I do look for equipment that can become invisible – gear that does what I need it to do so that I can concentrate on the business of getting the compositions I want in the light that I need. But again, Cedric goes for the provocative soundbite when he invokes “actually becom[ing] a photographer”. I don’t think it’s possible (or useful to try) to tease out the necessary and sufficient conditions of photographer-hood. Yet I think I know what he means – it’s a meaningful distinction despite resisting definition.
It can take a very long time to reach this final stage. … Camera manufacturers release new models every year, each promising revolutionary improvements. Photography forums are filled with pixel-peeping comparisons and upgrade discussions. YouTube channels generate millions of views reviewing equipment that’s functionally identical to last year’s models. … The dirty secret is that cameras stopped getting meaningfully better 10 years ago. A ten-year-old camera can produce images that are indistinguishable from the latest models in most real-world situations (I defy you to find meaningful differences between a photo taken with a 15 year old 6D and one taken with a R6). The improvements are incremental and largely irrelevant to the actual practice of photography.
Ok, I think I have the most to quibble with in this section, but I’ll start off by reinforcing what is probably the most important point Cedric makes in his post, which is that a “ten-year-old camera can produce images that are indistinguishable from the latest models in most real-word situations.” I will happily stand next to him and shout this in the town square. In fact I’ll even go a step further and say that there’s little meaningful difference in quality among the major manufacturers. Canon, Nikon, Sony, Fujifilm, Panasonic, OM System, hell, throw Pentax in there – they’re all producing amazing overengineered equipment. Everyone’s lenses are tack-sharp, even those from third party manufacturers like Sigma and Tamron. Just pick one and go with it – it really doesn’t matter!

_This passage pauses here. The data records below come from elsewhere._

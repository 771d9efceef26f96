// Energy against time: H(t) of a trial, the target H* of the active stage as a dashed step line,
// and the +-2 % band around it (the band of the settling metric, design.md §2 "Baselines").
import { area, line, scaleLinear } from 'd3';
import type { Trace } from '../../engine/trial/types.ts';
import { axes, legend, plotClip } from './axes.ts';
import { COLORS } from './colors.ts';
import { decimateIndices } from './decimate.ts';
import { el, frameOf, svgDocument, uniqueId, type PlotOptions } from './svg.ts';

export interface EnergyPlotOptions extends PlotOptions {
  /** H* per stage (index = stage - 1), or one number for all samples. */
  targets?: number | readonly number[];
  /** Energy unit, e.g. 'J' or 'J/kg'. */
  unit: string;
  /** Relative half-width of the band; default 0.02. */
  band?: number;
}

function extentOf(...arrays: ArrayLike<number>[]): [number, number] {
  let lo = Infinity, hi = -Infinity;
  for (const a of arrays) for (let i = 0; i < a.length; i++) { const x = a[i]; if (Number.isFinite(x)) { if (x < lo) lo = x; if (x > hi) hi = x; } }
  if (!(lo <= hi)) return [0, 1];
  if (lo === hi) return [lo - 1, hi + 1];
  return [lo, hi];
}

export { extentOf };

export function energyPlot(trace: Trace, o: EnergyPlotOptions): string {
  if (!trace || !trace.t || !trace.H) throw new TypeError('trace: expected a Trace with t and H');
  const n = trace.t.length;
  if (n < 2) throw new RangeError(`trace: expected at least 2 samples, got ${n}`);
  const f = frameOf(o);
  const band = o.band ?? 0.02;
  const targetAt = (i: number): number | undefined => {
    if (o.targets === undefined) return undefined;
    if (typeof o.targets === 'number') return o.targets;
    const s = trace.stage ? trace.stage[i] : 1;
    return o.targets[s - 1];
  };
  const tgt = new Float64Array(n);
  for (let i = 0; i < n; i++) tgt[i] = targetAt(i) ?? NaN;
  const lo = new Float64Array(n), hi = new Float64Array(n);
  for (let i = 0; i < n; i++) { const d = band * Math.abs(tgt[i]); lo[i] = tgt[i] - d; hi[i] = tgt[i] + d; }
  const [y0, y1] = extentOf(trace.H, lo, hi);
  const pad = 0.05 * (y1 - y0);
  const x = scaleLinear().domain([trace.t[0], trace.t[n - 1]]).range([f.margin.left, f.width - f.margin.right]);
  const y = scaleLinear().domain([y0 - pad, y1 + pad]).range([f.height - f.margin.bottom, f.margin.top]).nice();
  const idx = decimateIndices(trace.H);
  const hPath = line<number>().x((i) => x(trace.t[i])).y((i) => y(trace.H[i]))(idx) ?? '';
  const hasTarget = o.targets !== undefined;
  const all = Array.from({ length: n }, (_, i) => i);
  // Step line of the target: the target changes only at stage switches, so draw at every change.
  const keep = all.filter((i) => i === 0 || i === n - 1 || tgt[i] !== tgt[i - 1] || tgt[i + 1] !== tgt[i]);
  const defined = (i: number) => Number.isFinite(tgt[i]);
  const bandPath = hasTarget ? area<number>().defined(defined).x((i) => x(trace.t[i])).y0((i) => y(lo[i])).y1((i) => y(hi[i]))(keep) ?? '' : '';
  const tPath = hasTarget ? line<number>().defined(defined).x((i) => x(trace.t[i])).y((i) => y(tgt[i]))(keep) ?? '' : '';
  const [defs, clip] = plotClip(f, uniqueId('clip-energy'));
  const body = defs + axes(x, y, f, 't (s)', `H (${o.unit})`)
    + `<g clip-path="${clip}">`
    + (hasTarget ? el('path', { d: bandPath, fill: COLORS.orange, 'fill-opacity': 0.22, stroke: 'none' }) : '')
    + (hasTarget ? el('path', { d: tPath, fill: 'none', stroke: COLORS.vermillion, 'stroke-width': 1.5, 'stroke-dasharray': '6 4' }) : '')
    + el('path', { d: hPath, fill: 'none', stroke: COLORS.blue, 'stroke-width': 1.5 })
    + '</g>'
    + legend(f, [
      { label: 'H(t)', color: COLORS.blue },
      ...(hasTarget ? [{ label: 'target H*', color: COLORS.vermillion, dash: '6 4' }, { label: `H* \u00b1 ${Math.round(band * 100)} %`, color: COLORS.orange, fill: true }] : []),
    ]);
  return svgDocument(f, body, o.title, 'Energy of the trial against time, with the target and its band.');
}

However, this does not mean that, on the whole, cameras “stopped getting meaningfully better 10 years ago” in my experience. This could be true in the full-frame market; I’ve never owned any full-frame mirrorless gear, so I can’t scrutinize Cedric’s assertion in that domain. In the micro four-thirds arena, camera bodies now include a whole heap of new features, most of which I would not voluntarily live without. Just off the top of my head: computational photography modes (hand-held high resolution, live neutral density filters, live composite), improved AF modes (automatic eye-focusing, starry sky autofocus, AI subject detection and tracking), stacked CMOS sensors, 4K cinematic video, pro capture burst mode… these are all things that I find extremely useful and that meaningfully expand the types of photos I can take with just a camera and lens. I would not settle for a 10-year-old micro four-thirds camera body; in fact I wouldn’t even work with more recent models that lack some of the aforementioned features. Perhaps this is micro four-thirds specific, but there’s still plenty of meaningful innovation in this format.
But there is of course a case for the necessity of going through these stages: what you learn at each stage is a prerequisite of successfully moving on to the next. If you don’t go through the gear buying stage, no matter how many times other people tell you buying stuff is pointless, you won’t believe it. You need to discover it for yourself.
Sad but true. Most people can’t be told not to do something they’ve already convinced themselves that they need to do, least of all a photographer with severe GAS (Gear Acquisition Syndrome – this is a real term that we use! 😅) I once tried to talk a very close friend out of buying an expensive Sony alpha camera and lens combo as his first “real” photo gear. He bought it anyway, and he’s only used it a handful of times in half a decade. Too heavy, valuable, and complicated to use most of the time, it was a giant waste of money, just as I told him it’d be. And yet! As Cedric says, some things we just need to discover for ourselves.